The egg yolks were bright orange. I scrambled them and noticed they were very creamy, compared to the store bought eggs I by. My daughter thought I put cheese in them. We both enjoyed the eggs and looking forward to more!!


----------



## cogburn (Jul 16, 2012)

Yes mam.. With fresh eggs there's no comparison to store bought... taste texture health.. I haven't ate store bought eggs in many years.. Enjoy !!


----------



## BootedBantam (Aug 31, 2012)

I love it when you call me mam.......lol Bellina is laying in the shed now, since we took her eggs.


----------



## BootedBantam (Aug 31, 2012)

The silver wyandotte is laying now!! Her eggs are white. Now, if only my bantams will lay for me....maybe spring?


----------



## cogburn (Jul 16, 2012)

Good Deal Lucille !!


----------



## livingmydream (Jul 2, 2012)

*Bellina*

Did she lay all 7 eggs??? Each of my chickens lay one egg per day! What a suprize for you!!


----------



## BootedBantam (Aug 31, 2012)

Yes, but she was laying them and we did not know until we found the nest. The best part is when our little girls come in after school with the eggs for the day. I have two coops set up, one at my house filled with Booted Bantams. Coop 2 is at my best friends house with a laying flock we are trying to start. Bellina is laying an egg a day.


----------



## Chickadee (Oct 15, 2012)

That's great! Something similar happened to us recently when we thought one of our EE's had stopped laying. Then she went missing one day. Finally I found her in a flower pot, along with four eggs!


----------



## BootedBantam (Aug 31, 2012)

The girls hanging out in the dirt on Thanksgiving. Also Bellina has slowed down in egg laying. Can't find Dorothy's (silver one) nest? I wonder if she is even laying??


----------



## BootedBantam (Aug 31, 2012)

more pics ..........


----------



## Bird_slave (Oct 26, 2012)

Naughty girl.


----------



## mellie (Sep 15, 2012)

I just found my barred rock hen's first nest... In my hay barn. I was so thrilled, I heard her way up high... Found her between bales of hay. I think it was a duck nest she found. Two eggs were blue tinted and bad. Two eggs were good, but instead of brown eggs, they were cream/white... Can that be? Can their eggs be wrong color for the breed? 

Any help appreciated!


----------



## BootedBantam (Aug 31, 2012)

Sweet, finding eggs is always fun.


----------



## Energyvet (Jul 25, 2012)

Happy Easter!


----------



## mellie (Sep 15, 2012)

mellie said:


> I just found my barred rock hen's first nest... In my hay barn. I was so thrilled, I heard her way up high... Found her between bales of hay. I think it was a duck nest she found. Two eggs were blue tinted and bad.
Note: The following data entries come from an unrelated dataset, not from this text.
fn mni_scenes() -> (ClassTable, Vec<Scene>) {
    let root = Path::new(env!("CARGO_MANIFEST_DIR")).join("tests/data/mni152-tissue");
    let ds = Dataset::open(&root, LabelOptions::default()).unwrap();
    let scenes = ds
        .labelled()
        .iter()
        .map(|e| {
            let (image, labels) = ds.load_pair(e).unwrap();
            Scene {
                name: e.stem.clone(),
                image,
                truth: labels.indices,
            }
        })
        .collect();
    (ds.classes.clone(), scenes)
}

/// A few straight strokes per class (3 px wide, a sixth of the image side long), centred on
/// random pixels of the class and kept only where the truth is that class, as a user would
/// scribble inside regions.
fn scribbles(s: &Scene, n_classes: usize, strokes: usize, rng: &mut ChaCha8Rng) -> Vec<u8> {
    let (w, h) = (s.image.width, s.image.height);
    let mut out = vec![UNLABELLED; w * h];
    let len = (w.min(h) / 6) as i64;
    for c in 0..n_classes as u8 {
        let pixels: Vec<usize> = (0..w * h).filter(|&p| s.truth[p] == c).collect();
        if pixels.is_empty() {
            continue;
        }
        for _ in 0..strokes {
            let p = pixels[rng.gen_range(0..pixels.len())];
            let (x0, y0) = ((p % w) as f64, (p / w) as f64);
            let a: f64 = rng.gen_range(0.0..std::f64::consts::PI);
            for t in -len / 2..=len / 2 {
                for (dx, dy) in [(0, 0), (1, 0), (-1, 0), (0, 1), (0, -1)] {
                    let x = (x0 + t as f64 * a.cos()).round() as i64 + dx;
                    let y = (y0 + t as f64 * a.sin()).round() as i64 + dy;
                    if x >= 0 && y >= 0 && (x as usize) < w && (y as usize) < h {
                        let q = y as usize * w + x as usize;
                        if s.truth[q] == c {
                            out[q] = c;
                        }
                    }
                }
            }
        }
    }
    out
}

/// Writes the pool as a dataset (labels only for images with any labelled pixel) and trains.
fn train(
    dir: &Path,
    table: &ClassTable,
    pool: &[Scene],
    labels: &[Vec<u8>],
    seed: u64,
) -> Segmenter {
    let _ = std::fs::remove_dir_all(dir);
    std::fs::create_dir_all(dir.join("images")).unwrap();
    std::fs::write(dir.join("classes.toml"), table.to_toml()).unwrap();
    let pal = table.palette();
    for (s, l) in pool.iter().zip(labels) {
        let img = dir.join("images").join(format!("{}.png", s.name));
        let (w, h) = (s.image.width, s.image.height);
        if s.image.is_grey() {
            let g: Vec<u8> = s.image.channels[0]
                .data
                .iter()
                .map(|v| (v * 255.0).round() as u8)
                .collect();
            write_grey_png(&img, w, h, &g).unwrap();
        } else {
            write_rgb_png(&img, w, h, &s.image.to_rgb8()).unwrap();
        }
        if l.iter().any(|&c| c != UNLABELLED) {
            let ids: Vec<u8> = l
                .iter()
                .map(|&c| {
                    if c == UNLABELLED {
                        255
                    } else {
                        table.classes()[c as usize].id
                    }
                })
                .collect();
            write_label_png(
                &dir.join("labels").join(format!("{}.png", s.name)),
                w,
                h,
                &ids,
                &pal,
            )
            .unwrap();
        }
    }
    let ds = Dataset::open(dir, LabelOptions::default()).unwrap();
    let mut cfg = TrainConfig {
        seed,
        ..TrainConfig::default()
    };
    cfg.forest.n_trees = 16;
    cfg.features.textons = 16;
    cfg.fit(&ds, &ds.labelled(), Progress::new(false)).unwrap()
}

fn mean_iou(model: &Segmenter, holdout: &[Scene]) -> f64 {
    let mut cm = ConfusionMatrix::new(model.classes.len());
    for s in holdout {
        let pred = model.predict_proba(&s.image).argmax();
        cm.add(&s.truth, &pred, Some(UNLABELLED as u32)).unwrap();
    }
    cm.mean_iou().unwrap()
}

/// Euclidean distance of every pixel to the nearest labelled one (brute force over a
/// subsample of stroke pixels is enough for a measurement).
fn distance_to_strokes(labels: &[u8], w: usize) -> Vec<f32> {
    let strokes: Vec<(f32, f32)> = labels
        .iter()
        .enumerate()
        .filter(|(_, &c)| c != UNLABELLED)
        .map(|(p, _)| ((p % w) as f32, (p / w) as f32))
        .step_by(3)
        .collect();
    (0..labels.len())
        .map(|p| {
            let (x, y) = ((p % w) as f32, (p / w) as f32);
            strokes
                .iter()
                .map(|&(sx, sy)| (sx - x).powi(2) + (sy - y).powi(2))
                .fold(f32::INFINITY, f32::min)
                .sqrt()
        })
        .collect()
}

const SCORES: [&str; 5] = [
    "1 - p1",
    "1 - margin",
    "entropy",
    "tree disagreement",
    "distance to strokes",
];

/// Scores per pixel (higher = more unsure) and whether the prediction is wrong.
fn score_pixels(
    model: &Segmenter,
    s: &Scene,
    known: Option<&[u8]>,
    acc: &mut [(Vec<f32>, Vec<bool>); 5],
) {
    let probs = model.predict_proba(&s.image);
    let votes = model.predict_votes(&s.image);
    let k = probs.n_classes;
    let dist = known.map(|l| {
        let d = distance_to_strokes(l, s.image.width);
        let max = d.iter().copied().fold(1.0, f32::max);
        d.into_iter().map(|v| v / max).collect::<Vec<_>>()
    });
    for p in 0..s.truth.len() {
        if s.truth[p] == UNLABELLED || known.is_some_and(|l| l[p] != UNLABELLED) {
            continue;
        }
        let pr = &probs.data[p * k..(p + 1) * k];
        let wrong = grove::forest::argmax(pr) as u8 != s.truth[p];
        let vote = votes.data[p * k..(p + 1) * k]
            .iter()
            .copied()
            .fold(0.0, f32::max);
        let mut scores = vec![
            1.0 - pr.iter().copied().fold(0.0, f32::max),
            1.0 - margin(pr),
            normalised_entropy(pr),
            1.0 - vote,
        ];
        if let Some(d) = &dist {
            scores.push(d[p]);
        }
        for (i, v) in scores.into_iter().enumerate() {
            acc[i].0.push(v);
            acc[i].1.push(wrong);
        }
    }
}
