//! One classification tree grown on histogram-binned features with the Gini criterion
//! (CART, Breiman et al. 1984; randomised per split as in Breiman 2001, Machine Learning 45:5–32).
//!
//! Growth: depth-first over a flat array of in-bag samples `(row, class, weight)`, partitioned
//! in place node by node (stable, so each node's rows stay ascending and the gathers from the
//! binned rows stay as cache-friendly as they can). Bootstrap duplicates are integer weights,
//! not copied rows. At each node, features are drawn without replacement until `max_features`
//! features that are not constant in the node have been scanned: the drawn batch's per-bin
//! class-count histograms are built in one pass over the node's samples, then every boundary
//! between consecutive non-empty bins of each is scored.
//!
//! Where training time went (perf, bench data of `benches/forest.rs`: 200k × 40, 5 classes,
//! 32 trees, 64 bins): 44 % in the boundary scan, 25 % building histograms, 11 % partitioning,
//! 8 % in the out-of-bag walk. Deep nodes hold a handful of samples spread over most of the bin
//! range, so the scan mostly tested empty bins, on an unpredictable branch. Now the histogram
//! build also sets one bit per touched bin in an occupancy bitmap and the scan visits only the
//! set bits; rows are prefetched a few samples ahead of the histogram build; the partition is
//! branch-free. Same splits, same model bytes; criterion fit 2.73–2.85 s → 1.89–1.96 s
//! (alternating runs in one session). Per step: bitmap −22 %, prefetch −4 %, branch-free
//! partition −4 %.
//! Tried and dropped: ending a prediction lane group once no lane moved in a step (1.53 s →
//! 1.75 s for 1M rows: among 16 lanes one nearly always reaches full depth, so the check only
//! adds work); for nodes of ≤ 16–64 samples, sorting each feature's (code, class,
//! weight) keys instead of building histograms (no gain: 2.04–2.19 s against 2.04–2.07 s
//! without — gathering each sample's row once per feature instead of once per node undoes
//! the saved bin work).
//!
//! Why no histogram subtraction (build the smaller child, subtract it from the parent): with a
//! fresh random feature subset per node, the parent's histograms are for other features, and
//! building all F histograms to enable it costs F/√F times more than it saves.
//!
//! Gini decrease of a split of node t into L and R, with weighted class counts `n_c`:
//! `Δ = N_t·G_t − N_L·G_L − N_R·G_R`, `G = 1 − Σ_c (n_c/N)²`, which equals
//! `Σ_c L_c²/N_L + Σ_c R_c²/N_R − Σ_c T_c²/N_t`. Δ summed per feature (and normalised by the
//! forest) is the mean-decrease-in-impurity importance.

use rand::Rng;
use serde::{Deserialize, Serialize};
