/**
 * Demo data for a fresh database (all names invented): an operator (admin) user, two client
 * accounts with one key each, and a week of plausible usage so a console has something to show.
 *
 * The demo keys' secrets are never printed or stored: the documented way in is BOOTSTRAP_API_KEY,
 * which main.ts registers on the demo account (see bootstrap.ts).
 */
import crypto from 'node:crypto';
import { sql } from 'drizzle-orm';
import type { Store } from '../db/store.js';
import { addMember, createAccount, insertUser } from '../accounts/accounts.js';
import { hashPassword } from '../accounts/passwords.js';
import { createKey } from '../accounts/keys.js';
import { recordRequests, type RequestRecord } from '../accounts/metering.js';
import { operationCatalogue, scopes, type OperationId } from '../accounts/operations.js';
import { pathOf } from '../http/v1/operation.js';
import { operationDeclaration } from '../http/v1/operations/index.js';

/** The account BOOTSTRAP_API_KEY is registered on. */
export const DEMO_ACCOUNT_NAME = 'Saltmarsh Chlor-Alkali Works, Process Engineering';
export const SECOND_DEMO_ACCOUNT_NAME = 'Heatherfold Dairy Concentrates';
export const DEMO_OPERATOR_EMAIL = 'operator@ebullio.invalid';

export async function isDatabaseEmpty(store: Store): Promise<boolean> {
  const [row] = await store.rows<{ n: number | string }>(
    sql`SELECT (SELECT COUNT(*) FROM accounts) + (SELECT COUNT(*) FROM users) AS n`,
  );
  return Number(row?.n) === 0;
}

/** Small deterministic generator so the demo looks the same on every fresh start. */
function mulberry32(seed: number): () => number {
  let a = seed;
  return () => {
    a = (a + 0x6d2b79f5) | 0;
    let t = Math.imul(a ^ (a >>> 15), 1 | a);
    t = (t + Math.imul(t ^ (t >>> 7), 61 | t)) ^ t;
    return ((t ^ (t >>> 14)) >>> 0) / 4294967296;
  };
}

interface DemoMix {
  operation: OperationId;
  perDay: number;
  units: number;
}

/** The demo account's requests of the past `days` days, as metering would have recorded them. */
function demoUsage(
  accountId: number,
  keyId: number,
  mix: DemoMix[],
  now: Date,
  days: number,
  engineVersion: string,
): RequestRecord[] {
  const records: RequestRecord[] = [];
  const random = mulberry32(accountId * 7919);
  for (let d = days; d >= 1; d--) {
    const dayStart = Date.UTC(now.getUTCFullYear(), now.getUTCMonth(), now.getUTCDate() - d);
    for (const m of mix) {
      const n = Math.round(m.perDay * (0.6 + 0.8 * random()));
      for (let i = 0; i < n; i++) {
        const at = new Date(dayStart + Math.floor((7 + 11 * random()) * 3_600_000));
        const failed = random() < 0.04;
        records.push({
          at,
          accountId,
          keyId,
          operation: m.operation,
          status: failed ? 422 : 200,
          units: failed ? 0 : m.units,
          latencyMs: Math.round(2 + 20 * random()),
          requestId: crypto.randomUUID(),
          engineVersion,
          method: operationDeclaration(m.operation)!.method.toUpperCase(),
          path: pathOf(operationDeclaration(m.operation)!, { liquorId: 'naoh-olsson-1997' }),
          requestBody: null,
          responseBody: null,
        });
      }
    }
  }
  return records;
}

/** What a first start may show once: the demo operator's sign-in and the demo account's key. */
export interface DemoCredentials {
  accountId: number;
  operatorEmail: string;
  /** Random, generated at seeding; stored only as a hash. */
  operatorPassword: string;
  /** The secret of the caustic account's demo key; stored only as a keyed hash. */
  apiKey: string;
}

/**
 * Fills an empty database with the demo scenario. The operator's password and the demo key are
 * random; they are returned (committed first, stored only as hashes) so start-up can show them
 * once, and are never shown again.
 */
export async function seedDemo(
  store: Store,
  serverSecret: Buffer,
  now: Date,
  engineVersion: string,
): Promise<DemoCredentials> {
  const operatorPassword = crypto.randomBytes(12).toString('base64url');
  // Hashed before the transaction: hashing runs in a worker thread, and a transaction awaits
  // nothing but the store (server/db/store.ts).
  const operatorHash = await hashPassword(operatorPassword);
  // The demo accounts and keys date from the start of last month (UTC): before their first metered
  // day (the usage below goes back six days), and early enough that last month can be billed.
  const since = new Date(Date.UTC(now.getUTCFullYear(), now.getUTCMonth() - 1, 1));
  return store.transaction(async (tx) => {
    const operator = await insertUser(tx, {
      email: DEMO_OPERATOR_EMAIL,
      passwordHash: operatorHash,
      role: 'admin',
      now,
    });
    const caustic = await createAccount(tx, {
      name: DEMO_ACCOUNT_NAME,
      plan: 'professional',
      monthlyUnitQuota: 50_000,
      billingEmail: 'accounts@saltmarsh-alkali.invalid',
      now: since,
    });
    const dairy = await createAccount(tx, {
      name: SECOND_DEMO_ACCOUNT_NAME,
      plan: 'starter',
      monthlyUnitQuota: 5_000,
      billingEmail: 'finance@heatherfold-dairy.invalid',
      retainRequestBodies: true,
      now: since,
    });
    await addMember(tx, operator.id, caustic.id);
    await addMember(tx, operator.id, dairy.id);
    const causticCreated = await createKey(tx, serverSecret, {
      accountId: caustic.id,
      name: 'Caustic evaporator studies',
      scopes: [...scopes],
      rateLimitPerMinute: 120,
      now: since,
    });
    const causticKey = causticCreated.key;
    const { key: dairyKey } = await createKey(tx, serverSecret, {
      accountId: dairy.id,
      name: 'Falling-film line 2',
      scopes: ['steam', 'liquors', 'evaporators', 'usage'],
      rateLimitPerMinute: 60,
      now: since,
    });
    const usage = demoUsage(
      caustic.id,
      causticKey.id,
      [
        { operation: operationCatalogue.liquorBoilingPoint.id, perDay: 40, units: 1 },
        { operation: operationCatalogue.steamSaturation.id, perDay: 25, units: 1 },
        { operation: operationCatalogue.multipleEffect.id, perDay: 8, units: 20 },
        { operation: operationCatalogue.liquorList.id, perDay: 3, units: 0 },
      ],
      now,
      6,
      engineVersion,
    );
    usage.push(
      ...demoUsage(
        dairy.id,
        dairyKey.id,
        [
          { operation: operationCatalogue.singleEffect.id, perDay: 12, units: 5 },
          { operation: operationCatalogue.steamState.id, perDay: 15, units: 1 },
        ],
        now,
        4,
        engineVersion,
      ),
    );
    // One group, as the metering group commit writes a busy moment's requests.
    await recordRequests(tx, usage);
    return {
      accountId: caustic.id,
      operatorEmail: DEMO_OPERATOR_EMAIL,
      operatorPassword,
      apiKey: causticCreated.token,
    };
  });
}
Two eggs were good, but instead of brown eggs, they were cream/white... Can that be? Can their eggs be wrong color for the breed?
> 
> Any help appreciated!


Well, she has since started laying her eggs in the coop. Grateful for that... Climbing to the top of the hay barn isn't easy for an old lady. Lucy, my Norwegian Jearhorn? Has started laying creamy white eggs too... We just gotta talk Ethel into laying. She is the same age as Lucy, but she is an AMERICAUNA. OH, and Betty's eggs are brown... Those first two may have been duck eggs.


----------